Turns out that it doesn’t take that much time to prepare meals for 10,000 people in some of the most impoverished areas of the world. Ninety minutes, to be exact, when you have dozens of students, faculty and alumni teaming up on a warm fall morning as part of the Stop Hunger Now project.
Organized through the Kernodle Center for Service Learning, which celebrates this year its 20th anniversary on campus, volunteers worked just hours before the Homecoming football game on Nov. 8 filling plastic bags with high-protein, dehydrated rice-soy meals that contain vitamins and nutrients.
The project was put together to coincide with the return of EV! and Kernodle Center alumni at Homecoming.
“It was a great opportunity for us to invite the whole campus to participate in a service event at Homecoming,” said Mary Morrison, director of the Kernodle Center. “We had a nice group of people that ranged in age from 5 to 60.”

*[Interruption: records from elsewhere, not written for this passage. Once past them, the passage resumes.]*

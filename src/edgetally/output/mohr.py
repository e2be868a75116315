"""The picture of Mohr's circle of the second moments, to scale.

Centre ((I_x + I_y)/2, 0), radius R; points X(I_x, I_xy) and Y(I_y, −I_xy). Axes turned by θ turn the diameter by 2θ in
the same sense, so that the way from X to I₁ is twice the way from x to axis 1.
"""

from __future__ import annotations

from cmath import phase, rect
from collections.abc import Iterable
from math import degrees, hypot
from typing import TYPE_CHECKING

from edgetally.curves import Arc
from edgetally.output.pens import (
    ACCENT,
    ACCENT_MARK,
    DRAWING_AXIS,
    INK,
    MUTED,
    SOLID_MARK,
    THIN,
    THIN_ACCENT,
    Anchor,
    Item,
    Label,
    Path,
    Picture,
    Style,
    arrowhead,
    disc,
    stroke,
)
from edgetally.output.symbols import SymbolSet, symbol_of

if TYPE_CHECKING:
    from edgetally.results import SectionResult

CIRCLE = Style(width=0.8)
ROOM = 30.0
"""Room [pt] around the circle for the labels."""
WITH_ORIGIN = 2.0
"""Where I₁ is more than so many diameters from 0, the circle is drawn large and the axis does not start at 0."""
SMALL = 1e-6
"""A circle smaller than this share of its distance from the origin is a point in print."""


def mohr_picture(section: SectionResult, width: float, height: float, symbols: SymbolSet = "plain") -> Picture:
    """Tell Mohr's circle of a section on `width` × `height` points."""
    values = {key: section.properties[key].value or 0.0 for key in _USED}
    return Picture(width, height, tuple(_items(values, width, height, symbols)))


_USED = ("second_moment_x", "second_moment_y", "product_of_inertia")


def _items(values: dict[str, float], width: float, height: float, symbols: SymbolSet) -> Iterable[Item]:
    ix, iy, ixy = (values[key] for key in _USED)
    mean, radius = 0.5 * (ix + iy), hypot(0.5 * (ix - iy), ixy)
    letter_x, letter_y = (
        symbol_of("second_moment_x", symbols)[2:].upper(),
        symbol_of("second_moment_y", symbols)[2:].upper(),
    )
    if radius <= SMALL * mean:
        yield from _point_only(width, height, letter_x, letter_y)
        return
    paper_radius = min(0.5 * width - ROOM - 8.0, 0.5 * height - ROOM)
    origin = mean / radius * paper_radius  # distance on paper from I = 0 to the centre
    room = width - 2.0 * ROOM
    with_origin = mean + radius <= WITH_ORIGIN * 2.0 * radius
    if with_origin and origin + paper_radius > room:
        paper_radius *= room / (origin + paper_radius)
        origin = mean / radius * paper_radius
    if with_origin:
        zero = complex(ROOM + 0.5 * (room - origin - paper_radius), 0.5 * height)
        centre = zero + origin
    else:
        centre = complex(0.5 * width + 6.0, 0.5 * height)
    left = 6.0
    yield stroke(complex(left, centre.imag), complex(width - 6.0, centre.imag), DRAWING_AXIS)
    yield arrowhead(complex(width - 6.0, centre.imag), 1.0, SOLID_MARK)
    yield Label(complex(width - 7.0, centre.imag - 11.0), "I", 8.5, "end")
    if with_origin:
        top = centre.imag + paper_radius + 20.0
        yield stroke(complex(zero.real, 2 * centre.imag - top), complex(zero.real, top), DRAWING_AXIS)
        yield arrowhead(complex(zero.real, top), 1j, SOLID_MARK)
        name = symbol_of("product_of_inertia", symbols)
        yield Label(complex(zero.real - 5.0, top - 6.0), name, 8.5, "end", symbol=True)
        yield Label(complex(zero.real - 4.0, 2 * centre.imag - top), "0", 8.0, "end")
    else:
        yield Label(complex(left, 3.0), "the axis I does not start at 0", 6.5, colour=MUTED)
    yield disc(centre, paper_radius, CIRCLE)
    x = centre + complex(0.5 * (ix - iy), ixy) / radius * paper_radius
    y = 2 * centre - x
    yield stroke(x, y, THIN)
    yield from _turn(centre, x, paper_radius)
    for z, letter in ((x, letter_x), (y, letter_y)):
        yield disc(z, 1.9, SOLID_MARK)
        yield Label(_beside(z, centre), letter, 8.5, "middle", bold=True)
    anchors: tuple[tuple[str, complex, Anchor], ...] = (
        ("principal_moment_1", centre + paper_radius, "start"),
        ("principal_moment_2", centre - paper_radius, "end"),
    )
    for key, z, anchor in anchors:
        yield disc(z, 1.9, ACCENT_MARK)
        # on the other side of the axis than the point X or Y that is on this half of the circle
        point = x if (x.real >= centre.real) == (anchor == "start") else y
        rise = -11.0 if _above(point, centre) else 5.0
        at = z + complex(4.0 if anchor == "start" else -4.0, rise)
        yield Label(at, symbol_of(key, symbols), 8.5, anchor, bold=True, colour=ACCENT, symbol=True)
    yield disc(centre, 1.2, SOLID_MARK)


def _turn(centre: complex, x: complex, paper_radius: float) -> Iterable[Item]:
    """The arc of 2θ from the radius to X to the radius to I₁, with its sense."""
    start = phase(x - centre)
    if abs(degrees(start)) < 4.0:
        return
    radius = 0.42 * paper_radius
    arc = Arc.from_centre(centre, radius, start, -start)
    yield Path(((arc,),), THIN_ACCENT)
    sense = -1j if start > 0 else 1j
    lean = rect(1.0, (2.5 / radius) * (1 if start > 0 else -1))
    yield arrowhead(arc.end, sense * lean, ACCENT_MARK, size=min(4.5, radius * abs(start)))
    wide = abs(degrees(start)) > 40.0
    at = rect(radius + 9.0, 0.5 * start) if wide else complex(radius + 2.0, -10.0 if start > 0 else 10.0)
    yield Label(centre + at - complex(0.0, 3.0), "2θ", 8.5, "middle", colour=ACCENT)


def _above(point: complex, centre: complex) -> bool:
    return point.imag >= centre.imag - 1e-6


def _beside(point: complex, centre: complex) -> complex:
    """Where the letter of a point of the circle stands: outside, and clear of the horizontal axis."""
    outward = (point - centre) / abs(point - centre)
    at = point + 9.5 * outward
    if abs(outward.imag) < 0.45:
        at = complex(at.real, point.imag + (9.0 if _above(point, centre) else -9.0))
    return at - complex(0.0, 3.0)


def _point_only(width: float, height: float, letter_x: str, letter_y: str) -> Iterable[Item]:
    centre = complex(0.5 * width, 0.5 * height)
    yield stroke(complex(6.0, centre.imag), complex(width - 6.0, centre.imag), DRAWING_AXIS)
    yield arrowhead(complex(width - 6.0, centre.imag), 1.0, SOLID_MARK)
    yield Label(complex(width - 7.0, centre.imag - 11.0), "I", 8.5, "end")
    yield disc(centre, 2.2, SOLID_MARK)
    yield Label(centre + 8.0j, f"{letter_x} = {letter_y}: the circle is a point", 8.0, "middle", colour=INK)
    yield Label(centre - 16.0j, "every axis is principal", 8.0, "middle", colour=INK)
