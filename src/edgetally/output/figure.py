"""The picture of a section: outline, centroid, both pairs of axes, extreme fibres, scale bar.

Labels of axes stand in a margin that the section never reaches, each on the side of its axis that is away from the
nearest other one, so that nothing overlaps whatever the section's proportions.
"""

from __future__ import annotations

from cmath import rect
from collections.abc import Iterable
from math import degrees, floor, log10, pi
from typing import TYPE_CHECKING

from edgetally.curves import Arc, Curve, Line
from edgetally.output.axes import AxesOnPaper
from edgetally.output.pens import (
    HOLLOW_MARK,
    MUTED,
    OPEN_MARK,
    SOLID_MARK,
    THIN,
    Item,
    Label,
    Path,
    Picture,
    Style,
    disc,
    polygon,
    stroke,
)
from edgetally.output.placing import Placing
from edgetally.output.symbols import AXES, SymbolSet
from edgetally.units import length_factor

if TYPE_CHECKING:
    from edgetally.results import SectionResult

SAME_CENTRE = 1e-3
"""A shear centre nearer to the centroid than this share of the section's size is not marked: it would cover it."""
SAME_FIBRE = 2.0
"""Where the principal axes are turned by less than this [degrees], their extreme fibres are not marked twice."""


def section_picture(section: SectionResult, width: float, height: float, symbols: SymbolSet = "plain") -> Picture:
    """Tell the picture of a section on `width` × `height` points."""
    return _Figure(section, width, height, symbols).picture()


class _Figure:
    def __init__(self, section: SectionResult, width: float, height: float, symbols: SymbolSet) -> None:
        self.section = section
        self.width, self.height = width, height
        self.letters = AXES[symbols]
        self.theta = section.result.axes.angle.value
        self.arbitrary = section.result.axes.arbitrary
        self.shear_centre = _shear_centre(section)
        also = () if self.shear_centre is None else (self.shear_centre,)
        self.placing = Placing.of(section.section, width, height, also=also)
        self.paper = self.placing.paper
        self.centre = self.paper(section.result.centroid)

    def picture(self) -> Picture:
        items: list[Item] = [
            self.placing.material(),
            *AxesOnPaper(self.placing, self.centre, self.theta, self.arbitrary, self.letters).items(),
            *self._extreme_fibres(),
            *centroid_mark(self.centre),
            *(shear_centre_mark(self.paper(self.shear_centre)) if self.shear_centre is not None else ()),
            *self._scale_bar(),
            *self._key(),
        ]
        return Picture(self.width, self.height, tuple(items))

    # ------------------------------------------------------------------ marks
    def _extreme_fibres(self) -> Iterable[Item]:
        tips: list[complex] = []
        yield from self._fibre_marks((1.0, 1j, -1.0, -1j), SOLID_MARK, tips)
        off = abs(degrees(self.theta)) % 90.0
        if not self.arbitrary and SAME_FIBRE < off < 90.0 - SAME_FIBRE:
            turn = rect(1.0, self.theta)
            yield from self._fibre_marks((turn, 1j * turn, -turn, -1j * turn), HOLLOW_MARK, tips)

    def _fibre_marks(self, directions: Iterable[complex], style: Style, tips: list[complex]) -> Iterable[Item]:
        """Arrowheads that touch the outline from outside; one that meets another stands behind it."""
        size = 5.5
        for direction in directions:
            tip = self.paper(_extreme_point(self.section, direction)) + 1.2 * direction
            while any(abs(tip - other) < size for other in tips):
                tip += (size + 1.0) * direction
            tips.append(tip)
            base = tip + size * direction
            yield polygon([tip, base + 0.42j * size * direction, base - 0.42j * size * direction], style)

    # ------------------------------------------------------------------ strip
    def _scale_bar(self) -> Iterable[Item]:
        unit = self.section.out_unit
        per_unit = self.placing.points * length_factor(unit, self.section.section.unit)
        most = 120.0 / per_unit
        decade = 10.0 ** floor(log10(most))
        real = max(s * decade for s in (1.0, 2.0, 5.0) if s * decade <= most)
        left, y, length = 8.0, 9.0, real * per_unit
        yield polygon(
            [complex(left, y), complex(left + length / 2, y), complex(left + length / 2, y + 3), complex(left, y + 3)],
            SOLID_MARK,
        )
        yield polygon(
            [complex(left, y), complex(left + length, y), complex(left + length, y + 3), complex(left, y + 3)], THIN
        )
        text = f"{real:g} {unit}   scale {self.placing.scale}"
        yield Label(complex(left + length + 5.0, y - 1.2), text, 7.5)

    def _key(self) -> Iterable[Item]:
        """The key of the marks, above the scale bar."""
        x, y = 8.0, 23.0
        letters = self.letters
        entries = [("solid", f"extreme fibre {letters.x}, {letters.y}")]
        if not self.arbitrary:
            entries.append(("hollow", f"{letters.first}, {letters.second}"))
        entries.insert(0, ("centroid", "centroid"))
        if self.shear_centre is not None:
            entries.insert(1, ("shear", "shear centre"))
        for kind, text in entries:
            if kind == "centroid":
                yield from centroid_mark(complex(x + 4.0, y + 1.5), 2.8)
            elif kind == "shear":
                yield from shear_centre_mark(complex(x + 4.0, y + 1.5), 2.8)
            else:
                points = [complex(x + 4.0, y - 1.5), complex(x + 6.3, y + 4.0), complex(x + 1.7, y + 4.0)]
                yield polygon(points, HOLLOW_MARK if kind == "hollow" else SOLID_MARK)
            yield Label(complex(x + 10.0, y - 1.2), text, 7.0, colour=MUTED)
            x += 20.0 + 3.5 * len(text)  # about the width of so many letters


def centroid_mark(z: complex, radius: float = 3.2) -> Iterable[Item]:
    """The mark of a centre of gravity: a disc with two opposite quarters filled."""
    yield disc(z, radius, OPEN_MARK)
    for quarter in (0.0, pi):
        arc = Arc.from_centre(z, radius, quarter, pi / 2)
        yield Path(((arc, Line(arc.end, z), Line(z, arc.start)),), SOLID_MARK, closed=True)


def shear_centre_mark(z: complex, radius: float = 3.2) -> Iterable[Item]:
    """The mark of the shear centre: a ring with a diagonal cross."""
    yield disc(z, radius, OPEN_MARK)
    for turn in (pi / 4, 3 * pi / 4):
        arm = rect(1.5 * radius, turn)
        yield stroke(z - arm, z + arm, THIN)


def _shear_centre(section: SectionResult) -> complex | None:
    """Return the shear centre where it is known and is not the centroid."""
    solution = section.connected.solution
    if solution is None:
        return None
    apart = abs(solution.shear_centre - section.result.centroid)
    return solution.shear_centre if apart > SAME_CENTRE * section.section.size else None


def _extreme_point(section: SectionResult, direction: complex) -> complex:
    """Return where the outline reaches farthest in a direction: the middle of the flat there, if it is one."""
    packed = section.section.packed
    reach = packed.supports(direction)
    curves = [curve for loop in section.section.loops for curve in loop.curves]
    near = [k for k in range(len(curves)) if reach[k] >= reach.max() - 1e-9 * section.section.size]
    curve = curves[max(near, key=lambda k: _run_along(curves[k], direction))]
    flat = abs(((curve.end - curve.start) * direction.conjugate()).real) <= 1e-9 * section.section.size
    if flat and isinstance(curve, Line):
        return 0.5 * (curve.start + curve.end)
    return curve.point(curve.support(direction)[1])


def _run_along(curve: Curve, direction: complex) -> float:
    """How far a curve runs across a direction."""
    return abs(((curve.end - curve.start) * direction.conjugate()).imag)
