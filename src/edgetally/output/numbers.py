"""How a number is printed: digits that mean something, and no others."""

from __future__ import annotations

from math import floor, isfinite, log10

from edgetally.section.record import Property

DIGITS = 7
"""Significant digits in print: more than any drawing's own tolerance, fewer than a page can be read with."""


def digits_of(error: float | None) -> int:
    """Return how many significant digits a relative error leaves, at most DIGITS."""
    if not error:
        return DIGITS
    return max(1, min(DIGITS, floor(-log10(error)))) if error < 1 else 1


def number_text(value: float, digits: int = DIGITS) -> str:
    """Write a value with `digits` significant digits: plain below 10⁷, then with an exponent divisible by 3."""
    if not isfinite(value):
        return str(value)
    if value == 0:
        return "0"
    value = float(f"{value:.{digits - 1}e}")
    exponent = floor(log10(abs(value)))
    if -4 <= exponent < 7:
        return f"{value:.{max(0, digits - 1 - exponent)}f}"
    power = 3 * (exponent // 3)
    return f"{value / 10.0**power:.{max(0, digits - 1 - exponent + power)}f}e{power}"


def mantissa_and_power(text: str) -> tuple[str, int]:
    """Split what number_text wrote into the digits and the power of ten."""
    mantissa, _, power = text.partition("e")
    return mantissa, int(power.replace("−", "-") or 0)


def value_text(prop: Property, scale: float = 0.0) -> str:
    """Write a property's value. A value below its own error on the natural `scale` is written as 0."""
    if prop.value is None:
        return "–"
    if prop.unit.base == "deg":
        return f"{prop.value + 0.0:.4f}"
    if prop.error is not None and abs(prop.value) <= 2.0 * prop.error * scale:
        return "0"
    return number_text(prop.value, digits_of(prop.error))
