"""Analysis → bytes: the document, the table, the figure and the sheet."""
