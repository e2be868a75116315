"""A comparison as a document, as text, as blocks, as a PDF page."""

from __future__ import annotations

from typing import TYPE_CHECKING, Any

from edgetally import __version__
from edgetally.outline.matching import Change, kind_of
from edgetally.outline.words import place
from edgetally.output.blocks import Block, Figure, block_lines
from edgetally.output.numbers import number_text
from edgetally.output.symbols import KEYS, SymbolSet, name_of, symbol_of
from edgetally.output.words import CAUTION

if TYPE_CHECKING:
    from edgetally.compare import Comparison, Pair, PropertyChange
    from edgetally.curves import Curve
    from edgetally.output.pages import Head
    from edgetally.results import Analysis

FORMAT = "edgetally.compare/1"


def comparison_document(comparison: Comparison) -> dict[str, Any]:
    """Return the comparison as plain dicts, lists, strings and numbers."""
    return {
        "format": FORMAT,
        "program": {"name": "edgetally", "version": __version__},
        "same": comparison.same,
        "old": _drawing(comparison.old),
        "new": _drawing(comparison.new),
        "sections": [
            {
                "old": pair.old.name,
                "new": pair.new.name,
                "same": pair.same,
                "shift": _point(pair.matching.shift),
                "curves": {
                    "unit": pair.old.section.unit,
                    "unchanged": pair.matching.unchanged,
                    "changes": [_change(n, change) for n, change in enumerate(pair.matching.changes, start=1)],
                },
                "properties": [
                    {
                        "key": p.key,
                        "unit": str(p.unit),
                        "before": p.before,
                        "after": p.after,
                        "change": p.change,
                        "percent": p.percent,
                        "same": p.same,
                    }
                    for p in pair.properties
                ],
            }
            for pair in comparison.pairs
        ],
        "vanished": [section.name for section in comparison.vanished],
        "appeared": [section.name for section in comparison.appeared],
        "findings": {
            state: [finding.to_dict() for finding in analysis.all_findings]
            for state, analysis in (("old", comparison.old), ("new", comparison.new))
        },
    }


def _drawing(analysis: Analysis) -> dict[str, Any]:
    d = analysis.drawing
    return {
        "file": d.file, "sha256": d.sha256, "unit": d.unit, "unit_source": d.unit_source, "scale": d.scale,
        "layers": list(d.reading.layers),
    }  # fmt: skip


def _change(number: int, change: Change) -> dict[str, Any]:
    return {
        "number": number,
        "kind": change.kind,
        "how": change.words,
        "before": [_curve(curve) for curve in change.before],
        "after": [_curve(curve) for curve in change.after],
    }


def _curve(curve: Curve) -> dict[str, Any]:
    return {
        "kind": kind_of(curve),
        "start": _point(curve.start),
        "end": _point(curve.end),
        "length": curve.length,
        "entity": curve.source.entity,
        "handle": curve.source.handle,
    }


def _point(z: complex) -> list[float]:
    return [z.real, z.imag]


def comparison_blocks(pair: Pair, symbols: SymbolSet) -> tuple[Block, Block]:
    """Return the curves that changed, and every property before, after and changed."""
    rows = [
        (str(n), change.kind, change.words, f"at {place((change.after or change.before)[0].point(0.5))}")
        for n, change in enumerate(pair.matching.changes, start=1)
    ]
    curves = Block("Curves that changed", ("no.", "", "how", "place"), tuple(rows), tuple(_notes(pair)))
    ordered = sorted(pair.properties, key=lambda p: KEYS.index(p.key))
    properties = tuple(_row(p, symbols) for p in ordered)
    heads = ("", "property", "before", "after", "change", "unit", "%")
    return curves, Block("Properties before and after", heads, properties, symbols_first=True)


def _row(p: PropertyChange, symbols: SymbolSet) -> tuple[str | Figure, ...]:
    change = Figure(0.0, "same") if p.same else Figure.of(p.change, 4)
    percent = "" if p.same or p.percent is None else _percent(p.percent)
    before, after = Figure.of(p.before, 7), Figure.of(p.after, 7)
    return symbol_of(p.key, symbols), name_of(p.key, symbols), before, after, change, p.unit.pretty, percent


def _percent(value: float) -> str:
    return f"{value:+.3f}".replace("-", "−") if abs(value) >= 5e-4 else "below 0.001"


def _notes(pair: Pair) -> list[str]:
    """Return the sentences on the outline as a whole."""
    matching, unit = pair.matching, pair.old.section.unit
    notes = []
    if matching.shift:
        by = f"({number_text(matching.shift.real)}, {number_text(matching.shift.imag)}) {unit}"
        notes.append(f"Everything was moved by {by}; the curves were compared after taking that back.")
    count = len(matching.changes)
    if count:
        notes.append(f"{matching.unchanged} curves lie where they were; lengths and places in {unit}.")
    else:
        notes.append(f"All {matching.unchanged} curves lie where they were.")
    return notes


def comparison_text(comparison: Comparison, symbols: SymbolSet = "plain") -> str:
    """Return what `compare` prints."""
    lines = [
        f"{state}  {a.drawing.file}, unit {a.drawing.unit}, layer {', '.join(a.drawing.reading.layers)}"
        for state, a in (("old", comparison.old), ("new", comparison.new))
    ]
    for pair in comparison.pairs:
        lines.append("")
        if len(comparison.old.sections) > 1 or len(comparison.new.sections) > 1:
            lines += [f"section {pair.old.name} → {pair.new.name}"]
        curves, properties = comparison_blocks(pair, symbols)
        lines += [*block_lines(curves), "", *block_lines(properties)]
    lines += [f"section {s.name} of the old drawing has none for it in the new one" for s in comparison.vanished]
    lines += [f"section {s.name} of the new drawing has none for it in the old one" for s in comparison.appeared]
    findings = [
        f"  {state}: {f.severity}: {f.code}: {f.message}"
        for state, a in (("old", comparison.old), ("new", comparison.new))
        for f in a.all_findings
    ]
    lines += ["", "findings", *findings] if findings else []
    verdict = "the same: every curve and every property" if comparison.same else "different"
    return "\n".join([*lines, "", f"result: {verdict}", "", CAUTION])


def comparison_pdf(comparison: Comparison, *, head: Head, page: str, symbols: SymbolSet) -> bytes:
    """Return the PDF: for each pair the overlay, the curves that changed, the properties."""
    from edgetally.output.overlay import overlay_picture
    from edgetally.output.pages import Pages, Setup, whole_pdf
    from edgetally.output.typesetting import set_blocks

    old, new = comparison.old.drawing, comparison.new.drawing
    setup = Setup(
        size=page,
        head=head,
        heading="Two states compared",
        facts=(
            ("Old drawing", old.file, 0.34),
            ("Unit", old.unit, 0.08),
            ("New drawing", new.file, 0.34),
            ("Unit", new.unit, 0.08),
            ("Unit of the results", comparison.old.out_unit, 0.16),
        ),
        line=("SHA-256, old and new", f"{old.sha256} {new.sha256}"),
        foot=(),
        title=f"{head.title or new.file}: compared with {old.file}",
        subject=f"{new.file} compared with {old.file}",
        keywords=f"sha256:{old.sha256} sha256:{new.sha256}",
    )

    def write(pages: Pages) -> None:
        for pair in comparison.pairs:
            several = len(comparison.pairs) > 1
            y = pages.open(f"Section {pair.old.name}" if several else new.file) - 6.0
            width, height = pages.right - pages.left, 340.0
            pages.frame(pages.left, y, width, height)
            pages.picture(overlay_picture(pair, width, height), pages.left, y - height)
            set_blocks(pages, comparison_blocks(pair, symbols), y - height - 6.0)
        lone = [f"Section {s.name} is in the old drawing only." for s in comparison.vanished]
        lone += [f"Section {s.name} is in the new drawing only." for s in comparison.appeared]
        if lone:
            set_blocks(
                pages, [Block("Sections without a partner", (), (), tuple(lone))], pages.open("Without a partner")
            )

    return whole_pdf(setup, write)
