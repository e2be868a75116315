"""The SVG pen, and the figure of a section as one SVG file."""

from __future__ import annotations

from typing import TYPE_CHECKING
from xml.sax.saxutils import escape

from edgetally.curves import Arc, Line
from edgetally.output.figure import section_picture
from edgetally.output.pens import Colour, Label, Path, Picture, Style, cubics, draw
from edgetally.output.symbols import SymbolSet

if TYPE_CHECKING:
    from edgetally.results import SectionResult

FONT = "DejaVu Sans Condensed, DejaVu Sans, sans-serif"
SUBSCRIPT = 0.72


class SvgPen:
    """Writes the items of a picture as SVG elements; SVG counts y downwards."""

    def __init__(self, height: float) -> None:
        self._height = height
        self.elements: list[str] = []

    def _xy(self, z: complex) -> str:
        return f"{z.real:.3f} {self._height - z.imag:.3f}"

    def path(self, path: Path, shift: complex) -> None:
        words: list[str] = []
        for run in path.runs:
            words.append(f"M{self._xy(run[0].start + shift)}")
            for curve in run:
                if isinstance(curve, Line):
                    words.append(f"L{self._xy(curve.end + shift)}")
                elif isinstance(curve, Arc):
                    halves = curve.split(0.5)  # an SVG arc cannot be a full circle
                    sweep = 0 if curve.sweep > 0 else 1
                    words += [f"A{h.radius:.4f} {h.radius:.4f} 0 0 {sweep} {self._xy(h.end + shift)}" for h in halves]
                else:
                    words += [f"C{' '.join(self._xy(z + shift) for z in piece)}" for piece in cubics(curve)]
            if path.closed:
                words.append("Z")
        self.elements.append(f'<path d="{" ".join(words)}"{_style(path.style)}/>')

    def label(self, label: Label, shift: complex) -> None:
        x, y = self._xy(label.at + shift).split()
        weight = ' font-weight="bold"' if label.bold else ""
        main, _, sub = label.text.partition("_") if label.symbol else (label.text, "", "")
        text = escape(main)
        if sub:
            size = SUBSCRIPT * label.size
            text += f'<tspan dy="{0.22 * label.size:.2f}" font-size="{size:.2f}">{escape(sub)}</tspan>'
        self.elements.append(
            f'<text x="{x}" y="{y}" font-size="{label.size:g}" text-anchor="{label.anchor}"{weight} '
            f'fill="{_hex(label.colour)}">{text}</text>'
        )


def _hex(colour: Colour) -> str:
    return "#" + "".join(f"{round(255 * part):02x}" for part in colour)


def _style(style: Style) -> str:
    fill = _hex(style.fill) if style.fill else "none"
    dash = f' stroke-dasharray="{" ".join(f"{d:g}" for d in style.dash)}"' if style.dash else ""
    stroke = f' stroke="{_hex(style.colour)}" stroke-width="{style.width:g}"' if style.width else ""
    return f' fill="{fill}" fill-rule="evenodd"{stroke}{dash} stroke-linejoin="round"'


def picture_svg(picture: Picture, title: str) -> str:
    """Write a picture as a complete SVG document, 1 user unit = 1 point."""
    pen = SvgPen(picture.height)
    draw(picture, pen)
    size = f"{picture.width:g} {picture.height:g}"
    return "\n".join([
        f'<svg xmlns="http://www.w3.org/2000/svg" viewBox="0 0 {size}" width="{picture.width:g}pt" '
        f'height="{picture.height:g}pt" font-family="{FONT}">',
        f"<title>{escape(title)}</title>",
        f'<rect width="{picture.width:g}" height="{picture.height:g}" fill="#ffffff"/>',
        *pen.elements,
        "</svg>\n",
    ])  # fmt: skip


def figure_svg(
    section: SectionResult, symbols: SymbolSet = "plain", width: float = 420.0, height: float = 380.0
) -> str:
    """Write the figure of a section as SVG."""
    return picture_svg(section_picture(section, width, height, symbols), f"section {section.name}")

Volunteers poured rice and other ingredients into the bags using measuring cups and a funnel. Once sealed, other workers loaded the bags into boxes, which will soon be delivered to Haiti and Guatemala. Both countries have been affected by storms in recent months.
Reports of people in those nations eating dirt, or “mud cookies,” jolted the Elon volunteers, Morrison said. A representative of the nonprofit Stop Hunger Now was in attendance to teach volunteers how they were helping others.
“It was not what I expected. When I was told we’d be packaging 10,000 meals, I thought we’d be making peanut butter and jelly sandwiches and that an hour and a half wouldn’t be enough,” said Elon junior Carmen Isaac, a public administration major from College Park, Md. “The best part was seeing the different people that helped us out. We had faculty and their children there, my sister was there – even a student’s parent was there.”